There are many ways to predict how the price of an asset will change in the future. For stocks, one approach is based on fundamental analysis and another approach uses portfolio diversification theory. A third approach to predicting stock movement is so-called “technical analysis,” which is too silly for more than a mention. There are also statistical arbitrageurs in the high-frequency market-making and trading arms race, who make minute predictions thousands of times per day. If we pretend real estate acts as a stock, we can stretch the analogy into a new mathematical tool for hedging house prices.

Fundamentalism

Fundamental analysis is usually what people think about when picking stocks. This is the Benjamin Graham philosophy of digging into a company’s internals and financial statements, and then guessing whether or not the current stock price is correct.

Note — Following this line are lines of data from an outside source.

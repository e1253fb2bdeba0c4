// Combination rules on a date: routes, distinct ingredients, forbidden classes, minimum
// age (src/burden/rule_firing.cpp), and the route notes that explain what did not count.
#include <doctest/doctest.h>

#include <map>

#include "medload/burden/burden.h"
#include "medload/burden/route_notes.h"

namespace medload {
namespace {

Date D(int y, int m, int d) { return Date::FromCivil(y, m, d); }

ResolvedProduct Product(std::vector<std::string> ingredients, Route route = Route::kOral) {
  ResolvedProduct product;
  for (std::string& name : ingredients) product.ingredients.push_back({std::move(name), 10.0, {}});
  product.route = route;
  product.match = MatchKind::kIngredient;
  return product;
}

RuleRequirement Needs(std::vector<std::string> classes, int at_least = 1) {
  RuleRequirement requirement;
  requirement.classes = std::move(classes);
  requirement.at_least = at_least;
  return requirement;
}

Rule MakeRule(std::string id, std::vector<RuleRequirement> require, std::optional<int> age_min = std::nullopt) {
  Rule rule;
  rule.id = std::move(id);
  rule.title = rule.id;
  rule.source = "test";
  rule.age_min = age_min;
  rule.require = std::move(require);
  return rule;
}

// Invented products resolved by hand, classes as in the bundled ingredients.csv.
struct Fixture {
  std::map<std::string, ResolvedProduct> products;
  ResolvedProduct unmatched;
  BurdenTables tables;
  MeasureOptions options;

  Fixture() {
    products["ramipril"] = Product({"ramipril"});
    products["furosemide"] = Product({"furosemide"});
    products["ibuprofen tablets"] = Product({"ibuprofen"});
    products["ibuprofen gel"] = Product({"ibuprofen"}, Route::kSkin);
    products["ibuprofen, no form"] = Product({"ibuprofen"}, Route::kUnknown);
    products["aspirin"] = Product({"aspirin"});
    products["omeprazole"] = Product({"omeprazole"});
    products["warfarin"] = Product({"warfarin"});
    products["codeine"] = Product({"codeine"});
    products["co-codamol"] = Product({"codeine", "paracetamol"});
    products["paracetamol tablets"] = Product({"paracetamol"});
    products["paracetamol suspension"] = Product({"paracetamol"});
    products["tramadol"] = Product({"tramadol"});
    products["sertraline"] = Product({"sertraline"});
    products["diazepam"] = Product({"diazepam"});
    products["fentanyl nasal spray"] = Product({"fentanyl"}, Route::kNasal);
    products["atropine eye drops"] = Product({"atropine"}, Route::kEye);
    products["hydrocortisone cream"] = Product({"hydrocortisone"}, Route::kSkin);
    products["hydrocortisone with miconazole cream"] = Product({"hydrocortisone", "miconazole"}, Route::kSkin);
    products["hydrocortisone tablets"] = Product({"hydrocortisone"});
    tables.classes = {{"ramipril", {"ace-inhibitor"}},  {"furosemide", {"loop-diuretic"}},
                      {"ibuprofen", {"nsaid"}},         {"aspirin", {"antiplatelet"}},
                      {"omeprazole", {"ppi"}},          {"warfarin", {"anticoagulant"}},
                      {"codeine", {"opioid", "cns-active"}}, {"tramadol", {"opioid", "cns-active"}},
                      {"fentanyl", {"opioid", "cns-active"}}, {"sertraline", {"ssri", "cns-active"}},
                      {"diazepam", {"benzodiazepine", "cns-active"}}, {"paracetamol", {"analgesic"}}};
    // Source: Boustani et al. 2008 (ACB, 2012 update): atropine 3, hydrocortisone 1.
    tables.scales["acb"] = {{"atropine", 3}, {"hydrocortisone", 1}};
    // Source: product specification section 5 ("Routes"): scales, DBI and rules count
    // systemic routes only by default.
    tables.systemic_routes = RouteSet(DefaultSystemicRoutes());
  }

  Timeline Build(const std::vector<std::string>& dispensed) const {
    std::vector<DispensingRecord> records;
    for (const std::string& product : dispensed) {
      DispensingRecord record;
      record.patient_id = "T1";
      record.product = product;
      record.dispensed_on = D(2024, 1, 1);
      record.quantity = 28;
      record.days_supply = 28;
      records.push_back(record);
    }
    return BuildTimeline(records, [this](const DispensingRecord& r) -> const ResolvedProduct& {
      auto it = products.find(r.product);
      return it == products.end() ? unmatched : it->second;
    }, options);
  }

  // The rules fired on 10 January; the prepared matches must give the same answer.
  std::vector<std::string> Fired(const std::vector<std::string>& dispensed, std::optional<int> age = 80,
                                 bool* age_unknown = nullptr) const {
    const Timeline timeline = Build(dispensed);
    const Burden plain = EvaluateBurden(timeline, D(2024, 1, 10), tables, options, age);
    const std::vector<bool> matches = MatchRuleRequirements(timeline, tables);
    const Burden prepared = EvaluateBurden(timeline, D(2024, 1, 10), tables, options, age, &matches);
    std::vector<std::string> ids, prepared_ids;
    for (const FiredRule& fired : plain.rules) ids.push_back(fired.rule->id);
    for (const FiredRule& fired : prepared.rules) prepared_ids.push_back(fired.rule->id);
    CHECK(ids == prepared_ids);
    if (age_unknown != nullptr) *age_unknown = plain.age_unknown_for_rules;
    return ids;
  }
};

using Ids = std::vector<std::string>;

}  // namespace

TEST_SUITE("burden/rule_firing") {

TEST_CASE("an NSAID gel on the skin fires neither the kidney-injury rule nor the NSAID bleeding rules") {
  // Source: Lapi et al. BMJ 2013;346:e8525 (ACE inhibitor or ARB, diuretic and NSAID);
  // STOPP/START version 3, O'Mahony et al. 2023 (NSAID with an anticoagulant); product
  // specification section 5: rules count systemic routes only by default.
  Fixture f;
  f.tables.rules = {MakeRule("aki-triple", {Needs({"ace-inhibitor"}), Needs({"loop-diuretic"}), Needs({"nsaid"})}),
                    MakeRule("nsaid-anticoagulant", {Needs({"nsaid"}), Needs({"anticoagulant"})})};
  CHECK(f.Fired({"ramipril", "furosemide", "ibuprofen gel", "warfarin"}).empty());
  CHECK(f.Fired({"ramipril", "furosemide", "ibuprofen tablets", "warfarin"}) ==
        Ids{"aki-triple", "nsaid-anticoagulant"});
}

TEST_CASE("tablets and a gel of one ingredient in force together count through the tablets") {
  Fixture f;
  f.tables.rules = {MakeRule("nsaid-anticoagulant", {Needs({"nsaid"}), Needs({"anticoagulant"})})};
  const Timeline timeline = f.Build({"ibuprofen tablets", "ibuprofen gel", "warfarin"});
  const Burden burden = EvaluateBurden(timeline, D(2024, 1, 10), f.tables, f.options, 80);
  // One medicine (same ingredient), used by mouth and on the skin.
  REQUIRE(burden.items == 2);
  CHECK(burden.active[0].routes.Routes() == std::vector<Route>{Route::kOral, Route::kSkin});
  CHECK(burden.rules.size() == 1);
}

TEST_CASE("a product whose route is not stated counts as systemic and says so") {
  // Product specification section 5: an unknown route must not lose burden silently.
  Fixture f;
  f.tables.rules = {MakeRule("nsaid-anticoagulant", {Needs({"nsaid"}), Needs({"anticoagulant"})})};
  CHECK(f.Fired({"ibuprofen, no form", "warfarin"}) == Ids{"nsaid-anticoagulant"});
  const Timeline timeline = f.Build({"ibuprofen, no form"});
  const Burden burden = EvaluateBurden(timeline, D(2024, 1, 10), f.tables, f.options, 80);
  REQUIRE(burden.active.size() == 1);
  CHECK(RouteNotStated(burden.active[0]));
}

TEST_CASE("a rule with its own routes counts an opioid nasal spray") {
  // Intranasal fentanyl is a systemic opioid (common practice): the bundled opioid rules
  // list the nasal route.
  Fixture f;
  Rule rule = MakeRule("opioid-benzodiazepine", {Needs({"opioid"}), Needs({"benzodiazepine"})});
  f.tables.rules = {rule};
  CHECK(f.Fired({"fentanyl nasal spray", "diazepam"}).empty());
  rule.routes = {Route::kOral, Route::kNasal};
  f.tables.rules = {rule};
  CHECK(f.Fired({"fentanyl nasal spray", "diazepam"}) == Ids{"opioid-benzodiazepine"});
}

TEST_CASE("one ingredient in two products is one drug for a count of CNS-active medicines") {
  // Source: 2023 AGS Beers Criteria, J Am Geriatr Soc 2023;71:2052 (three or more
  // CNS-active drugs); product specification section 5: rules count distinct ingredients.
  Fixture f;
  f.tables.rules = {MakeRule("cns-active-3", {Needs({"cns-active"}, 3)})};
  CHECK(f.Fired({"codeine", "co-codamol", "sertraline"}).empty());
  CHECK(f.Fired({"codeine", "co-codamol", "sertraline", "diazepam"}) == Ids{"cns-active-3"});
}

TEST_CASE("two different opioids need two different opioid ingredients") {
  // Source: STOPP/START version 3 (duplicate drug class), O'Mahony et al. 2023, from memory.
  Fixture f;
  f.tables.rules = {MakeRule("duplicate-opioid", {Needs({"opioid"}, 2)})};
  CHECK(f.Fired({"codeine", "co-codamol"}).empty());
  CHECK(f.Fired({"co-codamol", "tramadol"}) == Ids{"duplicate-opioid"});
}

TEST_CASE("a requirement counting medicines fires on two paracetamol-containing products") {
  // Paracetamol labelling: do not take with other paracetamol-containing products
  // (common practice).
  Fixture f;
  RuleRequirement paracetamol;
  paracetamol.ingredients = {"paracetamol"};
  paracetamol.at_least = 2;
  paracetamol.count = RuleCount::kMedicines;
  f.tables.rules = {MakeRule("paracetamol-two-products", {paracetamol})};
  CHECK(f.Fired({"paracetamol tablets", "co-codamol"}) == Ids{"paracetamol-two-products"});
  // Tablets and a suspension of paracetamol alone are one medicine.
  CHECK(f.Fired({"paracetamol tablets", "paracetamol suspension"}).empty());
}

TEST_CASE("the NSAID and antiplatelet rule does not fire while a PPI is active") {
  // Source: STOPP/START version 3, O'Mahony et al. Eur Geriatr Med 2023 (NSAID with an
  // antiplatelet agent without PPI prophylaxis; from memory).
  Fixture f;
  Rule rule = MakeRule("nsaid-antiplatelet", {Needs({"nsaid"}), Needs({"antiplatelet"})});
  rule.forbid = {Needs({"ppi"})};
  f.tables.rules = {rule};
  CHECK(f.Fired({"ibuprofen tablets", "aspirin"}) == Ids{"nsaid-antiplatelet"});
  CHECK(f.Fired({"ibuprofen tablets", "aspirin", "omeprazole"}).empty());
}

TEST_CASE("a rule from criteria for older people fires from its minimum age only") {
  // Source: product specification section 5: Beers and STOPP apply from 65.
  Fixture f;
  f.tables.rules = {MakeRule("cns-active-3", {Needs({"cns-active"}, 3)}, 65)};
  const std::vector<std::string> three = {"codeine", "sertraline", "diazepam"};
  for (const int age : {19, 30, 64}) {
    CAPTURE(age);
    CHECK(f.Fired(three, age).empty());
  }
  CHECK(f.Fired(three, 65) == Ids{"cns-active-3"});
}

TEST_CASE("an unknown age is reported only when an age-limited rule would have fired") {
  Fixture f;
  f.tables.rules = {MakeRule("cns-active-3", {Needs({"cns-active"}, 3)}, 65)};
  bool age_unknown = false;
  CHECK(f.Fired({"codeine", "sertraline", "diazepam"}, std::nullopt, &age_unknown).empty());
  CHECK(age_unknown);
  CHECK(f.Fired({"codeine", "sertraline"}, std::nullopt, &age_unknown).empty());
  CHECK_FALSE(age_unknown);
}

TEST_CASE("eye drops and creams add nothing to the anticholinergic score and notes say why") {
  // Source: Boustani et al. 2008 (atropine 3, hydrocortisone 1); product specification
  // section 5: scales count systemic routes only by default.
  Fixture f;
  const Timeline timeline = f.Build({"atropine eye drops", "hydrocortisone cream"});
  const Burden burden = EvaluateBurden(timeline, D(2024, 1, 10), f.tables, f.options, 80);
  CHECK(burden.items == 2);
  CHECK(burden.acb == 0);
  const std::vector<RouteNote> notes = RouteNotes(timeline, burden, f.tables, 80);
  REQUIRE(notes.size() == 2);
  CHECK(notes[0].text == "eye: not a systemic route for the acb scale");
  CHECK(notes[1].text == "skin: not a systemic route for the acb scale");
}

TEST_CASE("a scale entry with its own routes counts them") {
  Fixture f;
  f.tables.scale_routes["acb"]["atropine"] = RouteSet(std::vector<Route>{Route::kOral, Route::kEye});
  const Timeline timeline = f.Build({"atropine eye drops"});
  CHECK(EvaluateBurden(timeline, D(2024, 1, 10), f.tables, f.options, 80).acb == 3);
}

TEST_CASE("tablets carry an ingredient's score when a cream holding it was dispensed later") {
  Fixture f;
  std::vector<DispensingRecord> records(2);
  records[0].product = "hydrocortisone tablets";
  records[0].dispensed_on = D(2024, 1, 1);
  records[1].product = "hydrocortisone with miconazole cream";
  records[1].dispensed_on = D(2024, 1, 5);
  for (DispensingRecord& record : records) {
    record.quantity = 28;
    record.days_supply = 28;
  }
  const Timeline timeline = BuildTimeline(records, [&f](const DispensingRecord& r) -> const ResolvedProduct& {
    return f.products.at(r.product);
  }, f.options);
  const Burden burden = EvaluateBurden(timeline, D(2024, 1, 10), f.tables, f.options, 80);
  CHECK(burden.acb == 1);
  REQUIRE(burden.score_contributions.size() == 1);
  CHECK(burden.score_contributions[0].ingredient == "hydrocortisone");
}

TEST_CASE("a cream adds nothing to the DBI while tablets of its ingredient dispensed before it still count") {
  // Hilmer et al. 2007 (DBI = D / (D + delta)); product specification section 5 (the DBI
  // counts systemic routes only). delta 10 mg is a test value.
  Fixture f;
  f.products["doxepin capsules"] = Product({"doxepin"});
  f.products["doxepin cream"] = Product({"doxepin"}, Route::kSkin);
  f.tables.dbi["doxepin"] = {10.0, "both"};
  std::vector<DispensingRecord> records(2);
  records[0].product = "doxepin capsules";
  records[0].dispensed_on = D(2024, 1, 1);
  records[1].product = "doxepin cream";
  records[1].dispensed_on = D(2024, 1, 5);
  for (DispensingRecord& record : records) {
    record.quantity = 28;
    record.days_supply = 28;
  }
  const auto resolve = [&f](const DispensingRecord& r) -> const ResolvedProduct& { return f.products.at(r.product); };
  const Timeline both = BuildTimeline(records, resolve, f.options);
  const Burden with_tablets = EvaluateBurden(both, D(2024, 1, 10), f.tables, f.options, 80);
  REQUIRE(with_tablets.dbi_contributions.size() == 1);
  // 10 mg x 28 / 28 days = 10 mg/day from the capsules alone: 10 / (10 + 10).
  CHECK(with_tablets.dbi == doctest::Approx(0.5));
  CHECK(with_tablets.dbi_incomplete.empty());
  const Timeline cream_only = BuildTimeline(std::vector<DispensingRecord>{records[1]}, resolve, f.options);
  const Burden cream = EvaluateBurden(cream_only, D(2024, 1, 10), f.tables, f.options, 80);
  CHECK(cream.dbi == 0);
  CHECK(cream.dbi_contributions.empty());
  CHECK(cream.dbi_incomplete.empty());
  const std::vector<RouteNote> notes = RouteNotes(cream_only, cream, f.tables, 80);
  REQUIRE(notes.size() == 1);
  CHECK(notes[0].text == "skin: not a systemic route for the Drug Burden Index");
}

TEST_CASE("a rule that only a route kept from firing is reported with the medicine's note") {
  Fixture f;
  f.tables.rules = {MakeRule("aki-triple", {Needs({"ace-inhibitor"}), Needs({"loop-diuretic"}), Needs({"nsaid"})})};
  const Timeline timeline = f.Build({"ramipril", "furosemide", "ibuprofen gel"});
  const Burden burden = EvaluateBurden(timeline, D(2024, 1, 10), f.tables, f.options, 80);
  CHECK(burden.rules.empty());
  const std::vector<FiredRule> left_out = RulesLeftOutByRoute(timeline, burden, f.tables, 80);
  REQUIRE(left_out.size() == 1);
  CHECK(left_out[0].rule->id == "aki-triple");
  const std::vector<RouteNote> notes = RouteNotes(timeline, burden, f.tables, 80);
  REQUIRE(notes.size() == 1);
  CHECK(timeline.medicines[burden.active[notes[0].active].medicine].key == "ibuprofen");
  CHECK(notes[0].text == "skin: not a systemic route for rule aki-triple");
  // Too young for the rule: nothing is reported as left out by the route.
  f.tables.rules[0].age_min = 65;
  CHECK(RulesLeftOutByRoute(timeline, burden, f.tables, 40).empty());
}

}  // TEST_SUITE

}  // namespace medload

The successful stock picker can also profit from an overpriced share by temporarily borrowing the stock, selling it, and then later buying it back on the cheap. This is your classic “short,” which may or may not be unethical depending on your politics. Do short trades profit from misery, or reallocate wasted capital?

Fundamental analysis is notoriously difficult and time-consuming, yet it is the most obvious way to make money in the stock market. Fundamental analysis is also what private equity and venture capitalists do, but perhaps covering an unlisted company or even two guys in a garage in Menlo Park. When you overhear bankers talking about a “long/short equity fund” they probably mean fundamental analysis done across many stocks and then managing (trading) a portfolio that is short one dollar for every dollar it is long. This gives some insulation against moves in a whole sector, or even moves in the overall economy. If you are long $100 of Chevron and short $100 of BP, the discovery of cheap cold fusion will not trash your portfolio since that BP short will do quite well. However for conservative investors like insurance companies and pension funds, government policy restricts how much capital can be used to sell assets short. These investors are less concerned about fundamental analysis, and more about portfolio diversification and the business cycle.

Highly Sensitive Stuff

If a long-only fund holds just automobile company stocks, the fund should be very concerned about the automobile sector failing as a whole. The fund is toast if the world stops driving, even if their money is invested in the slickest, most profitable car companies today. Perfect diversification could occur if an investor bought a small stake in every asset in the world. Though huge international indices try to get close, with so many illiquid assets around, perfect diversification remains just a theory. How can an investor buy a small piece of every condominium in the world? How could I buy a slice of a brand like Starbucks? Even worse, as time goes by companies recognize more types of illiquid assets on their balance sheets. Modern companies value intellectual property and human capital, but these assets are difficult to measure and highly illiquid. What currently unaccounted-for asset will turn up on balance sheets in 2050?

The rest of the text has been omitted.